How to check which words from a list are contained in a string?


I was looking to collect each word from a list that is included in a string in python. I found some solutions but so far i get:

data = "Today I gave my dog some carrots to eat in the car"
tweet = data.lower()                             #convert to lower case
split = tweet.split()

matchers = ['dog','car','sushi']
matching = [s for s in split if any(xs in s for xs in matchers)]
print(matching)

The result is

['dog', 'carrots', 'car']

How do I fix that the result is only dog and car without adding spaces to my matchers?

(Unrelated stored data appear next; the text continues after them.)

def test_obsolete_parent_names_its_replacement() -> None:
    onto = ontology(stanza("T:1", is_a=("T:2",), extra=("relationship: part_of T:2",)),
                    stanza("T:2", extra=("is_obsolete: true", "replaced_by: T:3")),
                    stanza("T:3"))
    findings = hierarchy_findings(onto, ["T:1"])
    assert [(f.kind, f.evidence["clause"]) for f in findings] == [
        ("parent-obsolete", "is_a"), ("parent-obsolete", "part_of")]
    assert "replaced by T:3" in findings[0].message


def test_obsolete_terms_are_not_checked_for_hierarchy() -> None:
    onto = ontology(stanza("T:1", is_a=("T:404",), extra=("is_obsolete: true",)))
    assert hierarchy_findings(onto, ["T:1"]) == []
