package cref

import (
	_ "embed"
	"encoding/binary"
	"fmt"
	"math"
	"os"
	"os/exec"
	"path/filepath"
	"strconv"
	"strings"

	"github.com/pipit-audio/pipit/features"
)

// FrontEndHeader and FrontEndSource are the C99 log-mel front end
// (c/pipit_fe.h, c/pipit_fe.c) that turns 16-bit PCM into the int8 input of
// an exported network.
var (
	//go:embed c/pipit_fe.h
	FrontEndHeader []byte
	//go:embed c/pipit_fe.c
	FrontEndSource []byte
)

// FrontEnd is what the generated front-end header is made from: the
// model's front end, its normalisation statistics, the network input's
// quantisation and how network inputs are cut from the frame stream.
type FrontEnd struct {
	Config         features.Config
	Stats          *features.BandStats
	InputScale     float64 // network input scale
	InputZeroPoint int32   // network input zero point
	Frames         int     // frames per network input (its W)
	HopFrames      int     // frames between the starts of consecutive inputs
	// Seal is the export's seal (quant.SchemeDoc.Seal), recorded in the
	// header as PREFIX_FE_SEAL; empty records none.
	Seal string
}

// FrontEndLayout is the front end's entry in the scheme description
// (field "device_front_end"): its cost model figures and the C names it
// defines.
type FrontEndLayout struct {
	Header    string              `json:"header"` // file name of the generated header
	Source    []string            `json:"source"` // pipit_fe.h, pipit_fe.c
	StateType string              `json:"state_type"`
	Frames    int                 `json:"frames"`
	HopFrames int                 `json:"hop_frames"`
	Cost      features.DeviceCost `json:"cost"`
}

// check validates f for code generation.
func (f FrontEnd) check() error {
	switch {
	case f.Stats == nil || len(f.Stats.Mean) != f.Config.Bands || len(f.Stats.Std) != f.Config.Bands:
		return fmt.Errorf("cref: front end: band statistics for %d bands are missing", f.Config.Bands)
	case !(f.InputScale > 0) || math.IsInf(f.InputScale, 0):
		return fmt.Errorf("cref: front end: input scale %g", f.InputScale)
	case f.InputZeroPoint < -128 || f.InputZeroPoint > 127:
		return fmt.Errorf("cref: front end: input zero point %d outside [-128, 127]", f.InputZeroPoint)
	case f.Frames < 1 || f.HopFrames < 1:
		return fmt.Errorf("cref: front end: %d frames per input, %d between inputs", f.Frames, f.HopFrames)
	case f.Config.FFTSize > 1<<16 || f.Config.Bands > 1<<15:
		return fmt.Errorf("cref: front end: FFT size %d or %d bands too large for the C tables", f.Config.FFTSize, f.Config.Bands)
	}
	return nil
}

// cf formats v as an exact C99 float literal (hexadecimal, float32).
func cf(v float64) string {
	f := float32(v)
	if f == 0 {
		return "0.0f"
	}
	return strconv.FormatFloat(float64(f), 'x', -1, 32) + "f"
}

func floatArray(b *strings.Builder, name string, v []float64) {
	fmt.Fprintf(b, "static const float %s[%d] = {", name, len(v))
	for i, x := range v {
		if i%6 == 0 {
			b.WriteString("\n  ")
		}
		b.WriteString(cf(x))
		b.WriteString(", ")
	}
	b.WriteString("\n};\n")
}

func u16Array(b *strings.Builder, name string, v []int) {
	fmt.Fprintf(b, "static const uint16_t %s[%d] = {", name, len(v))
	for i, x := range v {
		if i%12 == 0 {
			b.WriteString("\n  ")
		}
		fmt.Fprintf(b, "%d, ", x)
	}
	b.WriteString("\n};\n")
}

// FrontEndCHeader returns the C header <prefix>_fe.h for f: the window,
// twiddle, mel and normalisation tables as const arrays (float32, written
// as exact hexadecimal literals), the pipit_fe_config_t that points at
// them, a state type <prefix>_fe_state_t holding every buffer at its exact
// size, an init macro and #defines of the sizes. It also returns the
// layout for the scheme description, whose byte counts are the cost model
// of [features.CostOnDevice] (the tests compare both with the compiled C).
// The C front end needs a power-of-two FFT size; other settings are an
// error.
func FrontEndCHeader(f FrontEnd, prefix string) (string, *FrontEndLayout, error) {
	if err := f.check(); err != nil {
		return "", nil, err
	}
	cost, err := features.CostOnDevice(f.Config, f.Frames)
	if err != nil {
		return "", nil, fmt.Errorf("cref: front end: %w", err)
	}
	c := f.Config
	win, err := features.WindowFunc(c.Window, c.WindowSamples, !c.SymmetricWindow)
	if err != nil {
		return "", nil, fmt.Errorf("cref: front end: %w", err)
	}
	for i := range win {
		win[i] /= 32768 // the PCM scale of features (16-bit samples / 2^15), exact
	}
	tw := make([]float64, c.FFTSize)
	for j := 0; j < c.FFTSize/2; j++ {
		s, co := math.Sincos(2 * math.Pi * float64(j) / float64(c.FFTSize))
		tw[2*j], tw[2*j+1] = co, -s
	}
	var start, length []int
	var mel []float64
	for _, fl := range features.MelFilterbank(c.MelScale, c.Bands, c.FFTSize, c.SampleRateHz, c.FMinHz, c.FMaxHz, c.MelNorm == features.MelNormArea) {
		start = append(start, fl.Start)
		length = append(length, len(fl.Weights))
		mel = append(mel, fl.Weights...)
	}
	invStd := make([]float64, c.Bands)
	for i, s := range f.Stats.Std {
		invStd[i] = float64(float32(1 / s)) // as features.BandStats.Apply
	}
	up := strings.ToUpper(prefix)
	var b strings.Builder
	fmt.Fprintf(&b, "/* Generated by pipit export: do not edit. C front end for the front end\n * %s\n * feeding inputs of %d frames every %d frames. */\n", strings.ReplaceAll(c.String(), "*/", "* /"), f.Frames, f.HopFrames)
	fmt.Fprintf(&b, "#ifndef %s_FE_H\n#define %s_FE_H\n\n#include \"pipit_fe.h\"\n\n", up, up)
	if f.Seal != "" {
		fmt.Fprintf(&b, "/* The export's seal: the same in its scheme and in every header it generated. */\n#define %s_FE_SEAL \"%s\"\n\n", up, f.Seal)
	}
	defs := []struct {
		name string
		v    any
	}{{"RATE_HZ", c.SampleRateHz}, {"WINDOW", c.WindowSamples}, {"HOP", c.HopSamples}, {"FFT", c.FFTSize}, {"BANDS", c.Bands},
		{"FRAMES", f.Frames}, {"HOP_FRAMES", f.HopFrames}, {"MEL_WEIGHTS", len(mel)},
		{"RAM_BYTES", cost.RAMBytes}, {"TABLE_BYTES", cost.TableBytes}, {"FLOPS_PER_FRAME", fmt.Sprintf("%dL", cost.FlopsPerFrame)}}
	for _, d := range defs {
		fmt.Fprintf(&b, "#define %s_FE_%s %v\n", up, d.name, d.v)
	}
	b.WriteString("\n")
	floatArray(&b, prefix+"_fe_win", win)
	floatArray(&b, prefix+"_fe_twiddle", tw)
	u16Array(&b, prefix+"_fe_band_start", start)
	u16Array(&b, prefix+"_fe_band_len", length)
	floatArray(&b, prefix+"_fe_mel", mel)
	floatArray(&b, prefix+"_fe_mean", f.Stats.Mean)
	floatArray(&b, prefix+"_fe_inv_std", invStd)
	floorDB := 0.0
	if c.Log == features.LogDecibel {
		floorDB = c.FloorBelowPeakDB
	}
	flag := func(v bool) int {
		if v {
			return 1
		}
		return 0
	}
	fmt.Fprintf(&b, "\nstatic const pipit_fe_config_t %s_fe_config = {\n  %d, %d, %d, %d, %d, %d, %d, %d, %d, %d,\n  %s, %s, %s, %d,\n  %[1]s_fe_win, %[1]s_fe_twiddle, %[1]s_fe_band_start, %[1]s_fe_band_len, %[1]s_fe_mel, %[1]s_fe_mean, %[1]s_fe_inv_std};\n\n",
		prefix, c.WindowSamples, c.HopSamples, c.FFTSize, (c.FFTSize-c.WindowSamples)/2, c.Bands, f.Frames, f.HopFrames,
		flag(c.Spectrum == features.SpectrumMagnitude), flag(c.Log == features.LogDecibel), flag(c.PadEnds),
		cf(c.LogFloor), cf(floorDB), cf(1/f.InputScale), f.InputZeroPoint)
	fmt.Fprintf(&b, "/* Every buffer of one front end at its exact size (RAM). */\ntypedef struct {\n  pipit_fe_t fe;\n  int16_t ring[%d];\n  float work[%d];\n  float logmel[%d];\n  int8_t features[%d];\n} %s_fe_state_t;\n\n",
		c.WindowSamples, c.FFTSize, c.Bands, c.Bands*f.Frames, prefix)
	fmt.Fprintf(&b, "/* %s_FE_INIT(&state) binds a %s_fe_state_t to the tables and resets it. */\n#define %s_FE_INIT(s) pipit_fe_init(&(s)->fe, &%s_fe_config, (s)->ring, (s)->work, (s)->logmel, (s)->features)\n\n#endif\n",
		up, prefix, up, prefix)
	lay := &FrontEndLayout{Header: prefix + "_fe.h", Source: []string{"pipit_fe.h", "pipit_fe.c"}, StateType: prefix + "_fe_state_t",
		Frames: f.Frames, HopFrames: f.HopFrames, Cost: cost}
	return b.String(), lay, nil
}

// feDriver reads int16 PCM (little-endian) from argv[1] and pushes it in
// chunks of argv[2] samples, then flushes; it writes to argv[3], per frame,
// 'F', the M log-mel floats and the M int8 values of the new column, and
// per complete input 'W' and the (M, F) int8 window; built with
// PIPIT_FE_WITH_NET it also runs the network on each window and writes
// 'L' and the int8 logits.
const feDriver = `#include <stdio.h>
#include <stdlib.h>
#include <string.h>
#include "fe.h"
#ifdef PIPIT_FE_WITH_NET
#include "model.h"
#endif

static %[1]s_fe_state_t st;
#ifdef PIPIT_FE_WITH_NET
static int8_t pool[%[2]s_POOL_BYTES];
#endif
static int8_t win[%[3]s_FE_BANDS * %[3]s_FE_FRAMES];

static void events(int ev, FILE *fo) {
  int32_t m, slot;
  if (ev & PIPIT_FE_FRAME) {
    slot = st.fe.col == 0 ? %[3]s_FE_FRAMES - 1 : st.fe.col - 1;
    fputc('F', fo);
    fwrite(st.logmel, sizeof(float), %[3]s_FE_BANDS, fo);
    for (m = 0; m < %[3]s_FE_BANDS; m++) fputc((unsigned char)st.features[m * %[3]s_FE_FRAMES + slot], fo);
  }
  if (ev & PIPIT_FE_WINDOW) {
    pipit_fe_window(&st.fe, win);
    fputc('W', fo);
    fwrite(win, 1, sizeof win, fo);
#ifdef PIPIT_FE_WITH_NET
    memcpy(pipit_input(&%[1]s_model, pool), win, sizeof win);
    if (pipit_run(&%[1]s_model, pool, sizeof pool) != PIPIT_OK) exit(5);
    fputc('L', fo);
    fwrite(pipit_output(&%[1]s_model, pool), 1, %[2]s_OUTPUT_SIZE, fo);
#endif
  }
}

int main(int argc, char **argv) {
  FILE *fi, *fo;
  long n, chunk, i;
  int16_t *pcm;
  unsigned char *raw;
  int ev;
  if (argc != 4) return 2;
  chunk = atol(argv[2]);
  fi = fopen(argv[1], "rb");
  fo = fopen(argv[3], "wb");
  if (!fi || !fo || chunk < 1) return 3;
  fseek(fi, 0, SEEK_END);
  n = ftell(fi) / 2;
  fseek(fi, 0, SEEK_SET);
  raw = (unsigned char *)malloc((size_t)(2 * n + 2));
  pcm = (int16_t *)malloc((size_t)(2 * n + 2));
  if (!raw || !pcm || fread(raw, 2, (size_t)n, fi) != (size_t)n) return 4;
  for (i = 0; i < n; i++) pcm[i] = (int16_t)(raw[2 * i] | (raw[2 * i + 1] << 8));
  %[3]s_FE_INIT(&st);
  for (i = 0; i < n; i += chunk) {
    int32_t left = (int32_t)(n - i < chunk ? n - i : chunk), used;
    const int16_t *p = pcm + i;
    while (left > 0) {
      ev = pipit_fe_push(&st.fe, p, left, &used);
      p += used;
      left -= used;
      events(ev, fo);
    }
  }
  while ((ev = pipit_fe_flush(&st.fe)) != 0) events(ev, fo);
  fclose(fi);
  fclose(fo);
  free(raw);
  free(pcm);
  return 0;
}
`

// BuildFrontEnd writes the front end, its generated header feHeader
// (from [FrontEndCHeader] with prefix) and a test driver into dir and
// compiles them with cc as C99, all warnings as errors, with sanitize
// under AddressSanitizer and UndefinedBehaviorSanitizer. With netHeader
// (the output of quant.CHeader with the same prefix) non-empty, the
// driver also runs the network runtime on every complete input. It
// returns the executable's path; [RunFrontEnd] runs it.
func BuildFrontEnd(dir, feHeader, netHeader, prefix, cc string, sanitize bool) (string, error) {
	dir, err := filepath.Abs(dir)
	if err != nil {
		return "", fmt.Errorf("cref: %w", err)
	}
	files := map[string][]byte{"pipit_fe.h": FrontEndHeader, "pipit_fe.c": FrontEndSource, "fe.h": []byte(feHeader),
		"fe_driver.c": []byte(fmt.Sprintf(feDriver, prefix, upper(prefix), upper(prefix)))}
	args := []string{"-std=c99", "-O2", "-Wall", "-Wextra", "-Werror", "-pedantic", "-o", filepath.Join(dir, "pipit_fe_ref"), "fe_driver.c", "pipit_fe.c"}
	if netHeader != "" {
		files["model.h"], files["pipit_rt.h"], files["pipit_rt.c"] = []byte(netHeader), RuntimeHeader, RuntimeSource
		args = append([]string{"-DPIPIT_FE_WITH_NET"}, append(args, "pipit_rt.c")...)
	}
	args = append(args, "-lm")
	if sanitize {
		args = append([]string{"-fsanitize=address,undefined", "-fno-sanitize-recover=all", "-g"}, args...)
	}
	for name, data := range files {
		if err := os.WriteFile(filepath.Join(dir, name), data, 0o644); err != nil {
			return "", fmt.Errorf("cref: %w", err)
		}
	}
	cmd := exec.Command(cc, args...)
	cmd.Dir = dir
	if out, err := cmd.CombinedOutput(); err != nil {
		return "", fmt.Errorf("cref: %s %v: %v\n%s", cc, args, err, out)
	}
	return filepath.Join(dir, "pipit_fe_ref"), nil
}

// FrontEndOutput is what the C front end computed for one signal.
type FrontEndOutput struct {
	LogMel  [][]float32 // per frame, (M) before normalisation
	Columns [][]int8    // per frame, (M) the int8 column
	Windows [][]int8    // per complete input, (M, F)
	Logits  [][]int8    // per complete input, with a network
}

// RunFrontEnd runs an executable from [BuildFrontEnd] on pcm, pushed in
// chunks of chunk samples, for a front end of bands bands, frames frames
// per input and outputs logits per input (0 without a network).
func RunFrontEnd(exe string, pcm []int16, chunk, bands, frames, outputs int) (*FrontEndOutput, error) {
	dir := filepath.Dir(exe)
	in, out := filepath.Join(dir, "pcm.bin"), filepath.Join(dir, "fe_out.bin")
	raw := make([]byte, 2*len(pcm))
	for i, v := range pcm {
		binary.LittleEndian.PutUint16(raw[2*i:], uint16(v))
	}
	if err := os.WriteFile(in, raw, 0o644); err != nil {
		return nil, fmt.Errorf("cref: %w", err)
	}
	cmd := exec.Command(exe, in, strconv.Itoa(chunk), out)
	if msg, err := cmd.CombinedOutput(); err != nil {
		return nil, fmt.Errorf("cref: running %s: %v\n%s", exe, err, msg)
	}
	b, err := os.ReadFile(out)
	if err != nil {
		return nil, fmt.Errorf("cref: %w", err)
	}
	return parseFrontEndOutput(b, bands, frames, outputs)
}

func parseFrontEndOutput(b []byte, bands, frames, outputs int) (*FrontEndOutput, error) {
	r := &FrontEndOutput{}
	for len(b) > 0 {
		tag := b[0]
		b = b[1:]
		need := map[byte]int{'F': 5 * bands, 'W': bands * frames, 'L': outputs}[tag]
		if need == 0 || len(b) < need {
			return nil, fmt.Errorf("cref: front end output: bad record %q with %d bytes left", tag, len(b))
		}
		switch tag {
		case 'F':
			lm := make([]float32, bands)
			for i := range lm {
				lm[i] = math.Float32frombits(binary.LittleEndian.Uint32(b[4*i:]))
			}
			r.LogMel = append(r.LogMel, lm)
			r.Columns = append(r.Columns, bytesInt8(b[4*bands:5*bands]))
		case 'W':
			r.Windows = append(r.Windows, bytesInt8(b[:need]))
		case 'L':
			r.Logits = append(r.Logits, bytesInt8(b[:need]))
		}
		b = b[need:]
	}
	return r, nil
}

func bytesInt8(b []byte) []int8 {
	v := make([]int8, len(b))
	for i, x := range b {
		v[i] = int8(x)
	}
	return v
}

Also how would I remove any $ signs (as example) from the data string but no other special characters like @?


Solution

  • How do I fix that the result is only dog and car without adding spaces to my matchers?
    

    To do this with your current code, replace this line:

    matching = [s for s in split if any(xs in s for xs in matchers)]
    

    With this:

    matching = []
    # iterate over all matcher words
    for word in matchers:
        if word in split:  # check if word is in the split up words
            matching.append(word)  # add word to list
    

    You also mention this:

    Also how would I remove any $ signs (as example) from the data string but no other special characters like @?
    

    To do this, I would create a list that contains characters you want to remove, like so:

    things_to_remove = ['$', '*', '#']  # this can be anything you want to take out
    

    Then, simply strip each character from the tweet string before you split it.

    for remove_me in things_to_remove:
        tweet = tweet.replace(remove_me, "")
    

    So a final code block that demonstrates all of these topics:

    data = "Today I@@ gave my dog## some carrots to eat in the$ car"
    tweet = data.lower()                             #convert to lower case
    
    things_to_remove = ['$', '*', '#']
    
    for remove_me in things_to_remove:
        tweet = tweet.replace(remove_me, "")
    print("After removeing characters I don't want:")
    print(tweet)
    
    split = tweet.split()
    
    matchers = ['dog','car','sushi']
    
    matching = []
    # iterate over all matcher words
    for word in matchers:
        if word in split:  # check if word is in the split up words
            matching.append(word)  # add word to list
    print(matching)